HOW TO COMPLETE THIS TASK:
Return the lines of the data below in which the string "refuseMissing" occurs.

RECORDED DATA:
►

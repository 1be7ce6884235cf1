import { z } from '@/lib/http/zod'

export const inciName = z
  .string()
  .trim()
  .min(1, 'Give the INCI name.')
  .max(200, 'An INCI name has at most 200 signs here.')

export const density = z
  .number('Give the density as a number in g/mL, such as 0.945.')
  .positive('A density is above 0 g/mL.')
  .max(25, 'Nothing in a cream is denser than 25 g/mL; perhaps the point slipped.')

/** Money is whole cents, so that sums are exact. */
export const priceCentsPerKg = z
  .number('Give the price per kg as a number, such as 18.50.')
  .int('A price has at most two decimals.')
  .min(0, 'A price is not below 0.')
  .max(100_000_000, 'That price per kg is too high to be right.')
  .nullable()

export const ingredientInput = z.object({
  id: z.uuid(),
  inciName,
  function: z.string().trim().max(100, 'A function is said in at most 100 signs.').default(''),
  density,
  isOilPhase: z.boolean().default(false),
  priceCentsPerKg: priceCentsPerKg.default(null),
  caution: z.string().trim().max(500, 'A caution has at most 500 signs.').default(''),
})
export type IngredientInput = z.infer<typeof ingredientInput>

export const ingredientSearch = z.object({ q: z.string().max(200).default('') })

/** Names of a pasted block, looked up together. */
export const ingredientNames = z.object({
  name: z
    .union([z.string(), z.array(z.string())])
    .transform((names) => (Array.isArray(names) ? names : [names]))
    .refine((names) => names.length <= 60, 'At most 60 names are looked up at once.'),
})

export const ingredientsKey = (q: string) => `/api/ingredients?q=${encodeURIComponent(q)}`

◄
►

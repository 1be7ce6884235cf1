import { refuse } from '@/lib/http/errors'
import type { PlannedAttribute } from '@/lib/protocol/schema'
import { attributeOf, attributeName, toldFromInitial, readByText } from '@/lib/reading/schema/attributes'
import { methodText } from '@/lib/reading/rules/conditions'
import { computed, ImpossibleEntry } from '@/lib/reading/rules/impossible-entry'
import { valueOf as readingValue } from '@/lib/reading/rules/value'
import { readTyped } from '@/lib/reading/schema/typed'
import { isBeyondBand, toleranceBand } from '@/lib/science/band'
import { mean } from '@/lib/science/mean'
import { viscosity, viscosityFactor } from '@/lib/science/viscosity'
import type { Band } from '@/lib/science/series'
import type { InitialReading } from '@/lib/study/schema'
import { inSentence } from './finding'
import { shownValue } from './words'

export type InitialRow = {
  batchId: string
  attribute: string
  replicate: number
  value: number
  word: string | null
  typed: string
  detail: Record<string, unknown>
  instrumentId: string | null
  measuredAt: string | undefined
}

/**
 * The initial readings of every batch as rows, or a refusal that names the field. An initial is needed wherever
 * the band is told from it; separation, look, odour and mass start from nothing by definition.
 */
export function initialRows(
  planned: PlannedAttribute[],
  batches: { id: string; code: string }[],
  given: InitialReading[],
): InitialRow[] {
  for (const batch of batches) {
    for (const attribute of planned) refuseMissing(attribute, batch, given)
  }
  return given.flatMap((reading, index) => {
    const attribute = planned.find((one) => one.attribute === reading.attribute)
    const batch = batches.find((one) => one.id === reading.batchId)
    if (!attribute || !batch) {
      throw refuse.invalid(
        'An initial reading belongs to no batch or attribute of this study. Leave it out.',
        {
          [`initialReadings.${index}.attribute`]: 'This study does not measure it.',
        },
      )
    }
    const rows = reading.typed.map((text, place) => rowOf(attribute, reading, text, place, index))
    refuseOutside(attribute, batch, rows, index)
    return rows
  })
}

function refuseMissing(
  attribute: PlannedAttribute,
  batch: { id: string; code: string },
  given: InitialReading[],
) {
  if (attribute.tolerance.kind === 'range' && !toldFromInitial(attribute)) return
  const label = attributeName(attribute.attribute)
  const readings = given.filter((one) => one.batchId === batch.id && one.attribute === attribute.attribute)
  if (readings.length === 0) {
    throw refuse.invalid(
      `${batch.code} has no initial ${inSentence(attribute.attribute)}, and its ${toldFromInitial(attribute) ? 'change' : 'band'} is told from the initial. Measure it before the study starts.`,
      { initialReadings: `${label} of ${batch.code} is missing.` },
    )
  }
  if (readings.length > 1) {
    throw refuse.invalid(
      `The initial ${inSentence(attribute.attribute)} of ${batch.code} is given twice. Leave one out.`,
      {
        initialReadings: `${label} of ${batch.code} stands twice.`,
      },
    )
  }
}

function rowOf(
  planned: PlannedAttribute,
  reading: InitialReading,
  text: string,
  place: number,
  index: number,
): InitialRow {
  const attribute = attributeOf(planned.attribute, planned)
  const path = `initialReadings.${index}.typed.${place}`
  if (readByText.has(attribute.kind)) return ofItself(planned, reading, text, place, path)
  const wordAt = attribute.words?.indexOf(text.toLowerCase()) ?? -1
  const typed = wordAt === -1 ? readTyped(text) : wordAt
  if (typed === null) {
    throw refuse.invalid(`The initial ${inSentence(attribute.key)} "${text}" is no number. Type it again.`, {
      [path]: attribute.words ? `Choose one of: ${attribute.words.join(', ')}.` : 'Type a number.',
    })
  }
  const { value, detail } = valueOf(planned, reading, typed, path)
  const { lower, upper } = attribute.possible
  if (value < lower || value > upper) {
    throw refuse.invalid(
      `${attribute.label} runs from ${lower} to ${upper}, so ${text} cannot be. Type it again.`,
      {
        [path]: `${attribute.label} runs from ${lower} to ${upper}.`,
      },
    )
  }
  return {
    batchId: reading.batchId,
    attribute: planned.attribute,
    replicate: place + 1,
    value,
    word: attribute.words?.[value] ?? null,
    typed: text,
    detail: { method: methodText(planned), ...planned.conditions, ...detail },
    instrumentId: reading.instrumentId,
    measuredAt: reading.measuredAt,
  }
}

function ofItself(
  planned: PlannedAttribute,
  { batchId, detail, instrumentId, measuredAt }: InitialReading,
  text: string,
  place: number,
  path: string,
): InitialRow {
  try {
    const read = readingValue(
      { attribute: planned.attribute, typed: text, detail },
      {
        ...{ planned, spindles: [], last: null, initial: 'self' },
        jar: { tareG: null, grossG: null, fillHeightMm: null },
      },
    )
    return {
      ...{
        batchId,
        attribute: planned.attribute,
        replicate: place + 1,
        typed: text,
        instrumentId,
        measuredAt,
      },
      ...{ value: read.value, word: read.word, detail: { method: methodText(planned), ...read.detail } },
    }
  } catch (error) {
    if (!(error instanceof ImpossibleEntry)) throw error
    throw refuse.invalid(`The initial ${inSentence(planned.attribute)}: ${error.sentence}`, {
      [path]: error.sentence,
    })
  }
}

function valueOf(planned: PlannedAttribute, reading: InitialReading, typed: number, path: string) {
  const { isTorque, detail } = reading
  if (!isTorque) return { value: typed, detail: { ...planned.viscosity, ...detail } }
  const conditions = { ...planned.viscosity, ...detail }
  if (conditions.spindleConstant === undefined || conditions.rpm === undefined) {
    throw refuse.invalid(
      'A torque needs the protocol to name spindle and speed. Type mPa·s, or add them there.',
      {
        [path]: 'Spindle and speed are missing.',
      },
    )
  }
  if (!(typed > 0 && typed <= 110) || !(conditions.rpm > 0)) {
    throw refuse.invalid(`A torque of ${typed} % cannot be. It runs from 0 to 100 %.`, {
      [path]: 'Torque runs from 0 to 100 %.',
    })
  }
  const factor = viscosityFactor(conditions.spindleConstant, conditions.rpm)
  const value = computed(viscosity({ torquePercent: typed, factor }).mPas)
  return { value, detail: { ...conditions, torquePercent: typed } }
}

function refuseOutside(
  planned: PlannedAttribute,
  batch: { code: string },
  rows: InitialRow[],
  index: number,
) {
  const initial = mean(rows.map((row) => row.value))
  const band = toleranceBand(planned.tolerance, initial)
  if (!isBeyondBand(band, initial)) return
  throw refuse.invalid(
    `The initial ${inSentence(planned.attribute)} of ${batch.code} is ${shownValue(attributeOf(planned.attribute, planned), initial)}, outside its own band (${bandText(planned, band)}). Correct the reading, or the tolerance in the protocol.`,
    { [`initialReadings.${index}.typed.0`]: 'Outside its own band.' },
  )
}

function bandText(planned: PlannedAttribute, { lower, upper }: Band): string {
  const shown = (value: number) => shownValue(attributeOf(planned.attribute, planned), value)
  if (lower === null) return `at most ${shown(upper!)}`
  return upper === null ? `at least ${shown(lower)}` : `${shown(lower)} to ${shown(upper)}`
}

◄

TASK ANSWER:
    for (const attribute of planned) refuseMissing(attribute, batch, given)
function refuseMissing(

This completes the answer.